Technology has been a big factor.  I couldn’t have made my first record or this record ten years ago with the technology that existed.  I just feel very liberated.  I can make any single sound on the planet; I can just download a sound.  I can make any record I want.  There’s no limitations now. (Auralgasms 2006)

Technology not only allowed for the creation of Heap’s music, but also for the dissemination of it. Heap’s promotion of Speak for Yourself took place largely on the Internet.  Her first three singles ‘Hide and Seek’, ‘Goodnight and Go’, and ‘Headlock’ were digital releases on iTunes.  As well, MySpace proved invaluable for the dissemination of her music, and the establishment of her fan base.

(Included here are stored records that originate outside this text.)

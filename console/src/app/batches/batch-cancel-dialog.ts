import { ChangeDetectionStrategy, Component, inject } from '@angular/core';
import { MatButton } from '@angular/material/button';
import { MAT_DIALOG_DATA, MatDialogActions, MatDialogClose, MatDialogContent, MatDialogTitle } from '@angular/material/dialog';

import type { Batch } from '../core/api-types.js';
import { jobLabel } from './batch-status.js';

/** Asks before cancelling, naming the job: a cancelled job cannot be resumed. Closes with true to go ahead. */
@Component({
  selector: 'tw-batch-cancel-dialog',
  imports: [MatDialogTitle, MatDialogContent, MatDialogActions, MatDialogClose, MatButton],
  template: `
    <h2 mat-dialog-title data-testid="cancel-title">Cancel “{{ label }}”?</h2>
    <mat-dialog-content>
      <p>
        No further row is sized. The {{ batch.rows.done }} of {{ batch.rows.total }} rows already answered are kept and can still be
        downloaded. A cancelled job cannot be resumed; upload the file again to start over.
      </p>
    </mat-dialog-content>
    <mat-dialog-actions align="end">
      <button matButton type="button" [mat-dialog-close]="false">Keep it running</button>
      <button matButton="filled" class="tw-danger" type="button" [mat-dialog-close]="true" data-testid="cancel-confirm">Cancel the job</button>
    </mat-dialog-actions>
  `,
  changeDetection: ChangeDetectionStrategy.OnPush,
})
export class BatchCancelDialog {
  protected readonly batch = inject<Batch>(MAT_DIALOG_DATA);
  protected readonly label = jobLabel(this.batch);
}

With increased accessibility and affordability comes the opportunity for women to participate in recording.  Women were generally restricted socially and economically from the production side of the recording industry until the home studio and personal computers. Heap believes that what she has done as an artist and as a woman is part of a larger trend facilitated by an increased access to recording and production technology. Heap offers her forecast for the future:

And I think we’ll see a lot of young ladies in the future, because in the past it was quite difficult for a girl to get into a studio, to be a tea girl or anything, to help around the studio.  And that won’t be a problem anymore because you can employ yourself to work in your bedroom! (Gilbey 2005)

The limitation for creatively using music technology will no longer be associated with gender, but rather finances.


Heap grew up with increased accessibility to ever developing technology.  Thus, she was able to forge her way in electronica as an artist and producer.  By tracing her musical career, one can observe Imogen Heap, the musical cyborg, who was able to renegotiate power, gender and sound.


[1] ‘Let Go’: The Holiday (2006), ‘So You Think You Can Dance’ (2006), Garden State (2004); ‘It’s Good to Be in Love’: ‘Birds of Prey’ (2002); ‘Must Be Dreaming’: ‘Six Feet Under’ (2003); ‘Breathe In’: ‘Life as We Know It’ (2004), ‘Six Feet Under’ (2002), ‘Smallville’ (2002).

[2] ‘Hide and Seek’: ‘So You Think You Can Dance’ (2008), ‘CSI Miami’ (2007), ‘’Smith’ (2006), The Last Kiss (2006), ‘The O.C.’ (2005); ‘The Moment I Said It’: ‘Ghost Whisperer’ (2008), ‘So You Think You Can Dance’ (2007), ‘Criminal Minds’ (2007), ‘The Black Donnellys’ (2006); ‘Speeding Cars’: ‘Suburban Girl’ (2007), ‘The O.C.’ (20006); ‘Just for Now’: The Holiday (2007); ‘Goodnight and Go’: ‘The O.C.’ (2004); ‘I Am In Love With You’: ‘Lipstick Jungle’ (2008).

[3] George Martin, Phil Spector, for example.